_SOURCE DATA_
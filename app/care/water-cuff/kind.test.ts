import { expect, test } from 'vitest'
import type { StoredEntry } from '../kind.ts'
import { aContext, aCorrection, anEntry, aRemoval, aTube, at, clockOf } from '../make.ts'
import { type TubeData, tubeChanges } from '../tube-change/schema.ts'
import { plainFilling, waterCuffExamples } from './examples.ts'
import { waterCuff } from './kind.ts'
import { type WaterCuffData, waterCuffs } from './schema.ts'
import { waterCuffSentence } from './sentence.ts'
import { standingWaterCuffWarnings, waterCuffWarnings } from './warnings.ts'

const tube = (when = '2026-03-02 10:00', cuff: TubeData['cuff'] = 'water') =>
  anEntry(tubeChanges, when, aTube({ cuff }))
const filling = (when: string, overrides: Partial<WaterCuffData> = {}) =>
  anEntry(waterCuffs, when, { ...plainFilling, ...overrides })

function dueOf(entries: readonly StoredEntry[], now = '12:00') {
  const clock = clockOf(waterCuff, 'water-cuff-check', aContext(entries, now))
  return clock.state === 'running' ? clock.window.dueAt : clock
}

const namesOf = (overrides: Partial<WaterCuffData>, entries: readonly StoredEntry[] = [tube()], policy = {}) =>
  waterCuffWarnings({ ...plainFilling, ...overrides }, aContext(entries, '12:00', { policy })).map(
    ({ name, level }) => `${name} ${level}`,
  )

test('fillings read as short sentences', () => {
  expect(waterCuffExamples.map(waterCuffSentence)).toEqual([
    'Water cuff: 5 mL removed, 5 mL put in; prescribed 5 mL.',
    'Water cuff: 3.5 mL removed, 5 mL put in; prescribed 5 mL. Leak or voice with the cuff up. Voice heard before.',
    'Water cuff: 5 mL removed, left empty; prescribed 5 mL.',
  ])
})

test.each<[string, readonly StoredEntry[], string]>([
  ['never filled', [tube()], '2026-03-02 15:00'],
  ['filled in this shift', [tube(), filling('09:00')], '23:00'],
  ['filled one minute before this shift', [tube(), filling('06:59')], '15:00'],
  ['filled as this shift began', [tube(), filling('07:00')], '23:00'],
  ['filled in the tube before', [tube(), filling('09:00'), tube('10:00')], '15:00'],
  ['left empty on purpose', [tube(), filling('09:00', { instilledMl: 0 })], '23:00'],
  ['the filling of this shift retracted', [tube(), filling('2026-03-09 23:30'), ...retracted('09:00')], '15:00'],
])('a water cuff is due: %s', (_, entries, due) => {
  expect(dueOf(entries)).toEqual(at(due))
})

function retracted(when: string): readonly StoredEntry[] {
  const mistaken = filling(when)
  return [mistaken, aCorrection(mistaken, waterCuffs, when, plainFilling, { status: 'retracted' })]
}

test.each<TubeData['cuff']>(['air', 'foam', 'none'])('a tube with cuff %s owes no water', cuff => {
  expect(dueOf([tube('2026-03-02 10:00', cuff)])).toEqual({ state: 'none' })
})

test('it does not concern somebody without a tube, and stands still after removal for good', () => {
  expect(dueOf([])).toEqual({ state: 'none' })
  const because = 'tube out for good since 10-Mar-2026'
  expect(dueOf([tube(), filling('09:00'), aRemoval('10:00')])).toEqual({ state: 'suspended', because })
})

test.each<[Partial<WaterCuffData>, readonly string[]]>([
  [{}, []],
  [{ removedMl: 4 }, []],
  [{ removedMl: 3.9 }, ['water-cuff-difference amber']],
  [{ removedMl: 6 }, []],
  [{ removedMl: 6.1 }, ['water-cuff-difference amber']],
  [{ prescribedMl: 4.1, removedMl: 5.1, instilledMl: 4.1 }, []],
  [{ instilledMl: 0 }, []],
  [{ instilledMl: 4.5 }, ['water-cuff-not-as-prescribed amber']],
  [{ instilledMl: 6.5 }, ['water-cuff-difference amber', 'water-cuff-not-as-prescribed amber']],
  [{ leak: 'yes' }, ['water-cuff-leak amber']],
])('%j warns of %j', (overrides, expected) => {
  expect(namesOf(overrides)).toEqual(expected)
})

test('water that is lost asks for a leak, water that is too much for a volume', () => {
  const actionOf = (removedMl: number) =>
    waterCuffWarnings({ ...plainFilling, removedMl }, aContext([tube()], '12:00'))[0]?.action
  expect(actionOf(2)).toMatch(/^Check cuff and pilot line for a leak/)
  expect(actionOf(8)).toMatch(/^Ask the tracheostomy team how much water/)
})

test('the difference that warns is set by policy', () => {
  expect(namesOf({ removedMl: 3.5 }, [tube()], { 'water-cuff-difference': 2 })).toEqual([])
  expect(namesOf({ removedMl: 4.5 }, [tube()], { 'water-cuff-difference': 0.2 })).toEqual([
    'water-cuff-difference amber',
  ])
})

test.each<TubeData['cuff']>(['air', 'foam', 'none'])('water charted for a tube with cuff %s is asked about', cuff => {
  expect(namesOf({}, [tube('2026-03-02 10:00', cuff)])).toEqual(['water-cuff-other-cuff amber'])
})

test('without a tube nothing is said', () => {
  expect(namesOf({ leak: 'yes' }, [])).toEqual([])
})

test('a difference and a leak stand until the next filling, or the next tube', () => {
  const standingOf = (...entries: readonly StoredEntry[]) =>
    standingWaterCuffWarnings(aContext([tube(), ...entries], '12:00')).map(({ name }) => name)
  const bad = filling('09:00', { removedMl: 2, leak: 'yes' })
  expect(standingOf(bad)).toEqual(['water-cuff-leak', 'water-cuff-difference'])
  expect(standingOf(bad, filling('10:00'))).toEqual([])
  expect(standingOf(bad, tube('10:00'))).toEqual([])
  expect(standingOf(bad, aRemoval('10:00'))).toEqual([])
})

test('a form starts with the volume that was prescribed last, for this tube', () => {
  const startOf = (...entries: readonly StoredEntry[]) => waterCuff.startsWith?.(aContext(entries, '12:00'))
  expect(startOf(tube(), filling('09:00', { prescribedMl: 4.5 }))).toEqual({ prescribedMl: 4.5 })
  expect(startOf(tube(), filling('09:00'), tube('10:00'))).toEqual({})
})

_WORK TO COMPLETE_
Count how many lines of the entries include the string "return". The number is the entire answer.

_FINISHED TASK_
2